И действительно, предоставление московским правительством шведскому королю русского хлеба было не чем иным, как военной субсидией, по существу аналогичной французской субсидии, но только облеченной в своеобразную товарную форму, что и скрыло ее от глаз исследователей. Единственный русский историк, обративший внимание на этот факт, К. Якубов, ограничился, к сожалению, несколькими словами. Густав-Адольф, говорит он, «извлекал значительные выгоды» из политической близости с Москвой. «Он ходатайствовал нередко, ссылаясь на недостаток хлеба в Швеции, об отпуске русского хлеба по казенной цене. Хлеб этот затем перепродавался его агентами в Голландию, а прибыль шла на подкрепление тощих финансов Швеции. Таким образом Тридцатилетняя война в известном смысле велась на русские деньги»[241]
. Е. Сташевский, изучавший организацию иностранных хлебных закупок в России при Михаиле Федоровиче[242], никак не объяснил шведских привилегий и не заметил западноевропейского значения этих фактов.Русский хлеб мог выполнять роль денежной субсидии по двум причинам: во-первых, он стоил значительно дешевле, чем в Западной Европе, и поэтому перепродажа его на западноевропейском рынке означала извлечение крупной денежной разницы; во-вторых, он принадлежал к «заповедным товарам», составлявшим царскую внешнеторговую монополию, и мог быть представлен той или иной союзной державе в большем или меньшем количестве по большей или меньшей цене — по воле московского правительства.

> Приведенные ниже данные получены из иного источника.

function readPositions(ctx: Ctx, id: string, v: Located, key: string): SwitchPosition[] {
	const out: SwitchPosition[] = [];
	if (v.kind !== 'map' || v.entries.length === 0) {
		add(ctx, v.line, `${key}.positions`, `${id} positions must be a map like { off: [], on: ["1-2"] }`);
		return out;
	}
	for (const e of v.entries) {
		const pairs: [string, string][] = [];
		if (e.value.kind !== 'list') {
			add(ctx, e.keyLine, `${key}.positions.${e.key}`, `position ${e.key} must list pin pairs, e.g. ["B-L"] or []`);
			continue;
		}
		for (const it of e.value.items) {
			const s = str(it);
			const m = s ? s.split('-') : [];
			if (m.length !== 2 || !m[0] || !m[1] || m[0] === m[1] || BAD_ID.test(m[0]) || BAD_ID.test(m[1]))
				add(ctx, it.line, `${key}.positions.${e.key}`, `"${s}" is not a pin pair; write two different pin names joined by -, e.g. "B-L"`);
			else pairs.push([m[0], m[1]]);
		}
		out.push({ name: e.key, pairs });
	}
	return out;
}

function readWire(ctx: Ctx, item: Located, position: number): Wire | null {
	const fallbackId = `W${position}`;
	if (item.kind === 'scalar') {
		const s = str(item) ?? '';
		const ends = s.trim().split(/\s+/).filter(Boolean);
		if (ends.length !== 2) {
			add(ctx, item.line, `wires.${fallbackId}`, `wire "${s}" must name exactly two nodes separated by a space`);
			return null;
		}
		return { id: fallbackId, from: ends[0], to: ends[1], ohms: 0, line: item.line };
	}
	if (item.kind !== 'map') {
		add(ctx, item.line, `wires.${fallbackId}`, 'a wire is "NODE NODE" or { from, to, ... }');
		return null;
	}
	const get = (k: string) => item.entries.find((e) => e.key === k);
	const idE = get('id');
	const id = idE ? (str(idE.value) ?? fallbackId) : fallbackId;
	const key = `wires.${id}`;
	let bad = false;
	for (const e of item.entries)
		if (!WIRE_KEYS.includes(e.key)) add(ctx, e.keyLine, `${key}.${e.key}`, `unknown key "${e.key}" on wire ${id}; allowed: ${WIRE_KEYS.join(', ')}`);
	const from = get('from');
	const to = get('to');
	const fromS = from ? str(from.value) : undefined;
	const toS = to ? str(to.value) : undefined;
	if (!fromS || !toS) {
		add(ctx, item.line, key, `wire ${id} needs both from and to`);
		bad = true;
	}
	const ohmsE = get('ohms');
	const mm2 = get('gauge_mm2');
	const awg = get('gauge_awg');
	const len = get('length_m');
	let ohms = 0;
	if (ohmsE && (mm2 || awg)) {
		add(ctx, ohmsE.keyLine, key, `wire ${id} has both ohms and a size; give one of them`);
		bad = true;
	} else if (mm2 && awg) {
		add(ctx, awg.keyLine, key, `wire ${id} has both gauge_mm2 and gauge_awg; give one size`);
		bad = true;
	} else if (ohmsE) {
		const v = num(ctx, ohmsE.value, `${key}.ohms`, `wire ${id} ohms`, 0, false);
		if (v === undefined) bad = true;
		else ohms = v;
		if (len) add(ctx, len.keyLine, `${key}.length_m`, `wire ${id} has length_m with ohms; length_m goes with gauge_mm2 or gauge_awg`);
	} else if (mm2 || awg) {
		const e = (mm2 ?? awg)!;
		const table = mm2 ? IEC_60228_CLASS5_MOHM_PER_M : AWG_OHM_PER_1000FT;
		const name = mm2 ? 'gauge_mm2' : 'gauge_awg';
		const size = e.value.kind === 'scalar' && typeof e.value.value === 'number' ? e.value.value : NaN;
		const per = table.get(size);
		if (per === undefined) {
			add(ctx, e.value.line, `${key}.${name}`, `wire ${id} ${name} ${str(e.value)} is not in the table; use one of ${[...table.keys()].join(', ')}`);
			bad = true;
		}
		if (!len) {
			add(ctx, e.keyLine, `${key}.length_m`, `wire ${id} has a size but no length_m; add length_m in metres`);
			bad = true;
		} else {
			const l = num(ctx, len.value, `${key}.length_m`, `wire ${id} length_m`, 0, true);
			if (l === undefined) bad = true;
			else if (per !== undefined) ohms = mm2 ? (per / 1000) * l : (per / 1000) * (l / METRES_PER_FOOT);
		}
	} else if (len) {
		add(ctx, len.keyLine, `${key}.length_m`, `wire ${id} has length_m but no size; add gauge_mm2 or gauge_awg`);
		bad = true;
	}
	const color = get('color');
	if (color && color.value.kind !== 'scalar') add(ctx, color.keyLine, `${key}.color`, `wire ${id} color must be letter codes like GN/WH`);
	if (bad && (!fromS || !toS)) return null;
	return { id, from: fromS ?? '', to: toS ?? '', ohms, line: item.line, color: color ? str(color.value) : undefined };
}
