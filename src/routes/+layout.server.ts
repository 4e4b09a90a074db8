import type { LayoutServerLoad } from './$types';
import { menuFor } from '$lib/server/nav/menu';

export const load: LayoutServerLoad = ({ locals }) => {
	const user = locals.user;
	return {
		user: user ? { name: user.name, email: user.email, roles: user.roles } : null,
		menu: menuFor(user?.roles ?? null)
	};
};
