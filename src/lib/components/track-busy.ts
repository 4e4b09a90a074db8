import type { SubmitFunction } from '@sveltejs/kit';

/** A `use:enhance` submit function that reports while the form is on its way, to disable its button. */
export function trackBusy(setBusy: (busy: boolean) => void): SubmitFunction {
	return () => {
		setBusy(true);
		return async ({ update }) => {
			await update();
			setBusy(false);
		};
	};
}
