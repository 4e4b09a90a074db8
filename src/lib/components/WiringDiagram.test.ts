// Server-side render of the diagram component (what the first page load sends): accessible names
// from the circuit file's netlist, one tab stop, the overlay legend.
import { describe, expect, it } from 'vitest';
import { readFileSync } from 'node:fs';
import { render } from 'svelte/server';
import WiringDiagram from './WiringDiagram.svelte';
import CircuitGallery from './CircuitGallery.svelte';
import { readDiagramCircuit } from '$lib/diagram';
import { loadCircuits } from '$lib/server/content/circuits';

const text = readFileSync('content/circuits/cooling-fan-relay.yaml', 'utf8');

describe('WiringDiagram (server render)', () => {
	it('names every part and wire, with one tab stop', () => {
		const { circuit, diagram } = readDiagramCircuit(text);
		const { body } = render(WiringDiagram, { props: { circuit: diagram, mode: 'select', state: 'cold' } });
		for (const w of circuit.wires) expect(body).toMatch(new RegExp(`data-item="${w.id}"[^>]*aria-label="wire ${w.id}, `));
		for (const p of circuit.parts) expect(body, p.id).toContain(`data-item="${p.id}"`);
		// cooling-fan-relay.yaml: { from: K1.85, to: S1.1, color: GN/BK }
		expect(body).toContain('aria-label="wire W3, relay K1 pin 85 to switch S1 pin 1, colour GN/BK"');
		expect(body).toContain('aria-label="switch S1, open"'); // state cold: { S1: open }
		expect(body.match(/tabindex="0"/g)?.length).toBe(1);
		expect(body).toContain('aria-live="polite"');
	});

	it('lists each overlay set in a legend', () => {
		const { diagram } = readDiagramCircuit(text);
		const overlays = [
			{ name: 'control path', elements: ['F1', 'K1.coil', 'S1', 'W1', 'W2', 'W3', 'W4'] },
			{ name: 'load path', elements: ['F2', 'K1.contact', 'M1', 'W5', 'W6', 'FAN_FEED', 'W8'] }
		];
		const { body } = render(WiringDiagram, { props: { circuit: diagram, mode: 'overlay', state: 'hot', overlays } });
		expect(body).toContain('control path');
		expect(body).toContain('load path');
		expect(body.match(/class="sp-halo"/g)?.length).toBe(8); // one halo per wire in the two sets
	});
});

describe('CircuitGallery (server render)', () => {
	it('draws every circuit file in each of its states', async () => {
		const circuits = await loadCircuits();
		const { body } = render(CircuitGallery, { props: { circuits } });
		const expected = circuits.reduce((n, c) => n + (c.ok ? c.states.length : 0), 0);
		expect(body.match(/<svg[^>]*data-circuit=/g)?.length).toBe(expected);
	});
});
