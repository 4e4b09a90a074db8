// Browser side of the learner's JSON API: idempotency keys and retries of a dropped request.

/** A random UUID (v4), also where crypto.randomUUID is missing (pages served over plain http on a LAN). */
export function newIdempotencyKey(): string {
	if (typeof crypto.randomUUID === 'function') return crypto.randomUUID();
	const b = crypto.getRandomValues(new Uint8Array(16));
	b[6] = (b[6] & 0x0f) | 0x40;
	b[8] = (b[8] & 0x3f) | 0x80;
	const h = [...b].map((x) => x.toString(16).padStart(2, '0')).join('');
	return `${h.slice(0, 8)}-${h.slice(8, 12)}-${h.slice(12, 16)}-${h.slice(16, 20)}-${h.slice(20)}`;
}

export type ApiError = { code: string; message: string; fields?: Record<string, string> };

/**
 * Sends a JSON request; a network failure is retried (the same body, so the same idempotency key) up
 * to three times. Returns the data, or the server's `{ error }` as an ApiError.
 */
export async function callApi<T>(url: string, body?: unknown): Promise<{ ok: true; data: T } | { ok: false; error: ApiError }> {
	for (let attempt = 0; ; attempt++) {
		try {
			const res = await fetch(url, body === undefined ? { headers: { accept: 'application/json' } } : { method: 'POST', headers: { 'content-type': 'application/json', accept: 'application/json' }, body: JSON.stringify(body) });
			if (res.redirected && res.url.includes('/signin')) return { ok: false, error: { code: 'signed_out', message: 'You are signed out. Sign in again to carry on; your answers so far are saved.' } };
			const data = await res.json().catch(() => null);
			if (res.ok && data) return { ok: true, data: data as T };
			const err = (data as { error?: ApiError; message?: string } | null)?.error;
			return { ok: false, error: err ?? { code: `http_${res.status}`, message: (data as { message?: string } | null)?.message ?? `The server answered ${res.status}. Please try again.` } };
		} catch {
			if (attempt >= 2) return { ok: false, error: { code: 'offline', message: 'The connection dropped. Nothing was lost: check your connection and press the button again.' } };
			await new Promise((r) => setTimeout(r, 800 * (attempt + 1)));
		}
	}
}
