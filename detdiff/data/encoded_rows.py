"""Rows of pixels stored as one JPEG each in a single append-only file: the compressed image cache.

A raw cache row of a 320 px view takes 307 KB; as a JPEG of quality :data:`JPEG_QUALITY` it takes 12-31 KB (the
generated mixed-size set and scikit-image's photos; PSNR 36 dB against the raw row, OpenCV's ``cv2.PSNR``).
The file is written by one process (the decode workers hand their encoded rows to the parent), row by row in
the order they finish; ``offsets`` / ``lengths`` say where each row lies. A row of length 0 was never decoded
(a refused image) and reads as ``fill``. Reading decodes each requested row with OpenCV: about 0.7 ms per 320 px
view, a few per cent of a training step of 16 views on 2 cores (``tests/benchmarks/bench_scale.py``).
"""

from __future__ import annotations

import os
from dataclasses import dataclass
from pathlib import Path

import cv2
import numpy as np

#: JPEG quality of a stored row (OpenCV's scale, 0-100); 90: PSNR 36 dB on photos, 95 costs 40% more bytes for 38 dB.
JPEG_QUALITY = 90
CODECS = ("raw", "jpeg")


def encode_rows(pixels: np.ndarray | None, count: int) -> list[bytes]:
    """``count`` RGB rows ``uint8 [count, h, w, 3]`` as JPEG bytes; ``None`` (a refused image): ``count`` empty rows."""
    if pixels is None:
        return [b""] * count
    params = [cv2.IMWRITE_JPEG_QUALITY, JPEG_QUALITY]
    out = []
    for row in np.asarray(pixels, dtype=np.uint8).reshape(count, *np.shape(pixels)[-3:]):
        ok, data = cv2.imencode(".jpg", cv2.cvtColor(row, cv2.COLOR_RGB2BGR), params)
        if not ok:
            raise ValueError("OpenCV could not encode a cache row as JPEG")
        out.append(data.tobytes())
    return out


@dataclass
class EncodedRows:
    """Read-only rows ``uint8 [N, h, w, 3]`` decoded on access; indexed like the raw memmap it stands in for."""

    blob: np.ndarray            # uint8 [bytes], a read-only memmap of the file
    offsets: np.ndarray         # int64 [N]: first byte of each row
    lengths: np.ndarray         # int64 [N]: bytes of each row, 0 = never decoded (reads as fill)
    row_shape: tuple[int, int, int]
    fill: int = 0

    @classmethod
    def open(cls, path: str | Path, offsets: np.ndarray, lengths: np.ndarray, row_shape: tuple[int, int, int],
             fill: int = 0) -> EncodedRows:
        """Open ``path``; raise ``FileNotFoundError`` when it is shorter than its rows say (a damaged cache)."""
        path = Path(path)
        offsets, lengths = np.asarray(offsets, np.int64), np.asarray(lengths, np.int64)
        size = path.stat().st_size
        end = int((offsets + lengths).max()) if len(offsets) else 0
        if size < end:
            raise FileNotFoundError(f"{path}: {size} bytes, but its rows end at byte {end}; the cache is damaged, "
                                    f"delete {path.parent} and rebuild")
        blob = np.memmap(path, dtype=np.uint8, mode="r") if size else np.zeros(0, np.uint8)
        return cls(blob, offsets, lengths, tuple(int(s) for s in row_shape), int(fill))

    @property
    def shape(self) -> tuple[int, ...]:
        return (len(self.offsets), *self.row_shape)

    @property
    def dtype(self) -> np.dtype:
        return np.dtype(np.uint8)

    @property
    def nbytes(self) -> int:
        """Bytes on disk (not decoded)."""
        return int(self.blob.size)

    def __len__(self) -> int:
        return len(self.offsets)

    def _row(self, i: int) -> np.ndarray:
        length = int(self.lengths[i])
        if length == 0:
            return np.full(self.row_shape, self.fill, dtype=np.uint8)
        start = int(self.offsets[i])
        bgr = cv2.imdecode(np.asarray(self.blob[start:start + length]), cv2.IMREAD_COLOR)
        if bgr is None or bgr.shape != self.row_shape:
            raise ValueError(f"cache row {i}: bytes {start}-{start + length} do not decode to {self.row_shape}; "
                             f"the cache is damaged, delete it and rebuild")
        return cv2.cvtColor(bgr, cv2.COLOR_BGR2RGB)

    def __getitem__(self, key) -> np.ndarray:
        if isinstance(key, (int, np.integer)):
            return self._row(int(key) + (len(self) if key < 0 else 0))
        rows = np.arange(len(self))[key]
        out = np.empty((len(rows), *self.row_shape), dtype=np.uint8)
        for k, i in enumerate(rows):
            out[k] = self._row(int(i))
        return out

    def __array__(self, dtype=None, copy=None) -> np.ndarray:
        whole = self[:]
        return whole if dtype is None else whole.astype(dtype)


class RowAppender:
    """Appends encoded rows to one file and records where each lies; resumes a file cut back to ``end``."""

    def __init__(self, path: Path, num_rows: int, end: int = 0, offsets: np.ndarray | None = None,
                 lengths: np.ndarray | None = None) -> None:
        self.path = Path(path)
        self.offsets = np.zeros(num_rows, np.int64) if offsets is None else np.asarray(offsets, np.int64).copy()
        self.lengths = np.zeros(num_rows, np.int64) if lengths is None else np.asarray(lengths, np.int64).copy()
        with open(self.path, "ab") as fh:
            fh.truncate(end)                        # rows written after the last saved progress are written again
        self.end = int(end)
        self._fd = os.open(self.path, os.O_WRONLY | os.O_APPEND)

    def put(self, first_row: int, rows: list[bytes]) -> None:
        """Append ``rows`` as rows ``first_row, first_row + 1, ...``."""
        for k, data in enumerate(rows):
            self.offsets[first_row + k], self.lengths[first_row + k] = self.end, len(data)
            view = memoryview(data)
            while view:
                written = os.write(self._fd, view)
                view = view[written:]
            self.end += len(data)

    def close(self) -> None:
        if self._fd >= 0:
            os.close(self._fd)
            self._fd = -1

Как было отмечено выше, новая волна «революции цен» в Западной Европе, поднимавшаяся в течение 20-х годов XVII в., достигла апогея к началу 30-х годов. В частности, цены на хлеб во всей Западной Европе, отражавшиеся, как на точном барометре, на амстердамской международной хлебной бирже, обнаруживают, несмотря на колебания, явную тенденцию к росту в 1620–1625 гг. и уже лихорадочное повышение в 1626–1630 гг.[243]
Тридцатилетняя война на первых порах не могла не вызвать этого обострения «революции цен». Американское серебро, хоть отчасти запруженное в Испании в предшествовавшие годы, снова широко хлынуло в Европу через раскрывшиеся настежь шлюзы испанской казны и другими каналами, в том числе через посредство голландских корсаров, захватывавших в океане испанско-португальские галеоны с американскими и восточными сокровищами[244]. Колоссальный размах военного наемничества привел к резкому увеличению числа покупателей, т. е. покупательной способности европейского рынка и спроса, прежде всего на предметы питания, при одновременном сокращении сельскохозяйственного производства из-за разорения деревень, истребления части крестьян, ухода крестьян в армию и в города. В 1625 — начале 1626 г. произошел разрыв торговых отношений Испании с Францией, Англией и Голландией, что способствовало глубокому денежному кризису в 1626 г. во всех этих странах. Одновременно шведско-польская война в Ливонии, возобновившаяся с 1625 г., и вторжение шведов в Пруссию в 1626 г. лишили европейский рынок значительной части того восточноевропейского (польского, остзейского, прусского) хлеба, который раньше питал через посредство голландцев страны Западной и Южной Европы, включая Италию, Испанию и Португалию. Этой закупорке балтийского торгового бассейна способствовали не только шведы, но также испанцы, настаивавшие перед союзной Польшей на прекращении продажи ее хлеба голландцам, и Валленштейн, запретивший в 1627 г. какой бы то ни было вывоз хлеба из Прибалтики[245]. В результате всего этого Западная Европа вступила в период голода и баснословно высоких хлебных цен, продолжавшийся ряд лет, тогда как в отрезанных областях Восточной Европы, лишившихся сбыта, наблюдалось даже падение хлебных цен, именно начиная с 1625–1626 гг.[246]